*Exercise description*: Scan the entries below and return each line that contains "include".

___ Available records ___

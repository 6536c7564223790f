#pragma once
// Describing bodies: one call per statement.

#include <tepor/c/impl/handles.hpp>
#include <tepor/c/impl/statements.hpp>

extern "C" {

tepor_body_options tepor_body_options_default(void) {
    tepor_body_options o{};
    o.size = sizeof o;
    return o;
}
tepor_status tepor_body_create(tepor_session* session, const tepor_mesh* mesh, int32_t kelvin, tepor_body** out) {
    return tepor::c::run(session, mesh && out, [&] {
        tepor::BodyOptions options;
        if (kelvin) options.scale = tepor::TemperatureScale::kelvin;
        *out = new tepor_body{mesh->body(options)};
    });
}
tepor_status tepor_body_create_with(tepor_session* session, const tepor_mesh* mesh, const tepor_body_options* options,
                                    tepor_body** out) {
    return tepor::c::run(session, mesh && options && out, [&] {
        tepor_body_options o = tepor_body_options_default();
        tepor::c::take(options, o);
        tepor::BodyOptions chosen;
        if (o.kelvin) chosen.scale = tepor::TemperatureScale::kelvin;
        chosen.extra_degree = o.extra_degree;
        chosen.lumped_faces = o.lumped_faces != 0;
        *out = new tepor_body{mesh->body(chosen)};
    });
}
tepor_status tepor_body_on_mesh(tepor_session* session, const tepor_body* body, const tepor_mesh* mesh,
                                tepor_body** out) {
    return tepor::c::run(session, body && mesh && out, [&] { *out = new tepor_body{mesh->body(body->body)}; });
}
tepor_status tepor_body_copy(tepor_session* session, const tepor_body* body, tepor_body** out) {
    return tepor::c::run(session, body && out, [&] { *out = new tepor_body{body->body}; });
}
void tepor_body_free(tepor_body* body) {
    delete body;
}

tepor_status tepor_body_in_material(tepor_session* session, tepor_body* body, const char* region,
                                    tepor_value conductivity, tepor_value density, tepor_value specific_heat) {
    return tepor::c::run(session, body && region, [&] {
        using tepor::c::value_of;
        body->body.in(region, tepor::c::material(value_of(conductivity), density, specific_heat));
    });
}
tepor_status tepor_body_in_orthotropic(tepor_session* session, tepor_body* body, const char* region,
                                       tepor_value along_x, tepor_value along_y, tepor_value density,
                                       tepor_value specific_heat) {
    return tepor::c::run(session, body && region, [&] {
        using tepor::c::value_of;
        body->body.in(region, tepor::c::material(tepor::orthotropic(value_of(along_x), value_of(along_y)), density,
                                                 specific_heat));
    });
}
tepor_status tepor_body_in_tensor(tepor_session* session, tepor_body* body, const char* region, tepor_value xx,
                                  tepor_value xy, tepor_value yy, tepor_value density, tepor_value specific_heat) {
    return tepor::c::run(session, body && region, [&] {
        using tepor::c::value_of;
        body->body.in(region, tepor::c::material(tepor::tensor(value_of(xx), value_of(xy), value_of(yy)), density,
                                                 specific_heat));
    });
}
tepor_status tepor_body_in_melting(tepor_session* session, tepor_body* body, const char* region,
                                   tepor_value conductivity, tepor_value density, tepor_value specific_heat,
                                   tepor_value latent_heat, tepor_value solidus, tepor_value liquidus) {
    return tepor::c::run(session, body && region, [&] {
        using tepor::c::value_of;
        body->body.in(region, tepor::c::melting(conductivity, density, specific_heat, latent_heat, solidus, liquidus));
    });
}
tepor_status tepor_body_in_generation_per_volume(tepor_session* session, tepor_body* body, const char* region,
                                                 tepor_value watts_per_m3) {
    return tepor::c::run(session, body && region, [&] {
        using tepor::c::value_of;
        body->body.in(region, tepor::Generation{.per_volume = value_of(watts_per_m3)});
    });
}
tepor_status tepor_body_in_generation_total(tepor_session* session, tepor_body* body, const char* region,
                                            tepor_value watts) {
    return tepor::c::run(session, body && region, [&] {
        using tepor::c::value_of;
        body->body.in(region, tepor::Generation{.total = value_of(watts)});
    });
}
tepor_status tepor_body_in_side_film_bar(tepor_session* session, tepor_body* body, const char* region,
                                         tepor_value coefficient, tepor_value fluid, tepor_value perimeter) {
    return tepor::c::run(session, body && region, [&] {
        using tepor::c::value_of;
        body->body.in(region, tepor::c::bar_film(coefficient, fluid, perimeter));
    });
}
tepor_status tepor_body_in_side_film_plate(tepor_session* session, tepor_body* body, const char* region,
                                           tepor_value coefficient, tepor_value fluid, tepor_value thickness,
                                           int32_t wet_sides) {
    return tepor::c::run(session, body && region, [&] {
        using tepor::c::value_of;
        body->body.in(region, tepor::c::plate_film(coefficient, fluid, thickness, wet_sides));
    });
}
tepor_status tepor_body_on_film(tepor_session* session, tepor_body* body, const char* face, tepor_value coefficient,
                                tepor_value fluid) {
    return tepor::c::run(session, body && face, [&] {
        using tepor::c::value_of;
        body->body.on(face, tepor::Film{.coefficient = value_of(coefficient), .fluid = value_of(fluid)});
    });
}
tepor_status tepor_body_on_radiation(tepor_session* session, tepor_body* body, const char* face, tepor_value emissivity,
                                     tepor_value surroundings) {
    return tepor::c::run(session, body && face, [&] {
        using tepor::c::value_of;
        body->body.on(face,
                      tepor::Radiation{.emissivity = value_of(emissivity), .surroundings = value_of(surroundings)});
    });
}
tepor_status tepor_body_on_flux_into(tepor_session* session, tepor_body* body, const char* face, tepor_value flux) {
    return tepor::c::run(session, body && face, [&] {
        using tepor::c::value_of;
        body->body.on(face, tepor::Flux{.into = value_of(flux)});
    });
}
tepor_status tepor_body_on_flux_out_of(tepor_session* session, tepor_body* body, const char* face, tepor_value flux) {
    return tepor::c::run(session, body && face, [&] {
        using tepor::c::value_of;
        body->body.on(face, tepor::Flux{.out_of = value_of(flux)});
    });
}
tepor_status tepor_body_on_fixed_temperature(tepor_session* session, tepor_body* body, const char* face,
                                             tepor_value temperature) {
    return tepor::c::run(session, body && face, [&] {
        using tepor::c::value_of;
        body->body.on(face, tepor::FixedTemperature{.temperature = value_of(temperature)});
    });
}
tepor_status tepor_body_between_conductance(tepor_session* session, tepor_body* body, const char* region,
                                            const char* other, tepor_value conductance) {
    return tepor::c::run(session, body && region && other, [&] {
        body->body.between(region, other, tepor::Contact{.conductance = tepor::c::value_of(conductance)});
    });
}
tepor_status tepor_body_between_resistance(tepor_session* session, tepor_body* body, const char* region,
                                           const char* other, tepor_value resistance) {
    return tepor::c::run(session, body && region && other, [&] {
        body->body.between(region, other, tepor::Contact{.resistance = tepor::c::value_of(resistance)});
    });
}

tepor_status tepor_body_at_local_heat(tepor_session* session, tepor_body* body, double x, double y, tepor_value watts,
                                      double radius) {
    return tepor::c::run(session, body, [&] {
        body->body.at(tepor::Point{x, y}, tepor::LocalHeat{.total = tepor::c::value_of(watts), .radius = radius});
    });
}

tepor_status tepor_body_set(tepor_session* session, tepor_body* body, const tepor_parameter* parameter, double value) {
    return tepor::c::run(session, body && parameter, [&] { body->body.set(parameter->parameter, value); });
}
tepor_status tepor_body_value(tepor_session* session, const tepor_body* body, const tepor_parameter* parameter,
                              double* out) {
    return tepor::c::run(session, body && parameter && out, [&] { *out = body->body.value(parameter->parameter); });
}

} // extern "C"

___

*Solution for this exercise*:
#include <tepor/c/impl/handles.hpp>
#include <tepor/c/impl/statements.hpp>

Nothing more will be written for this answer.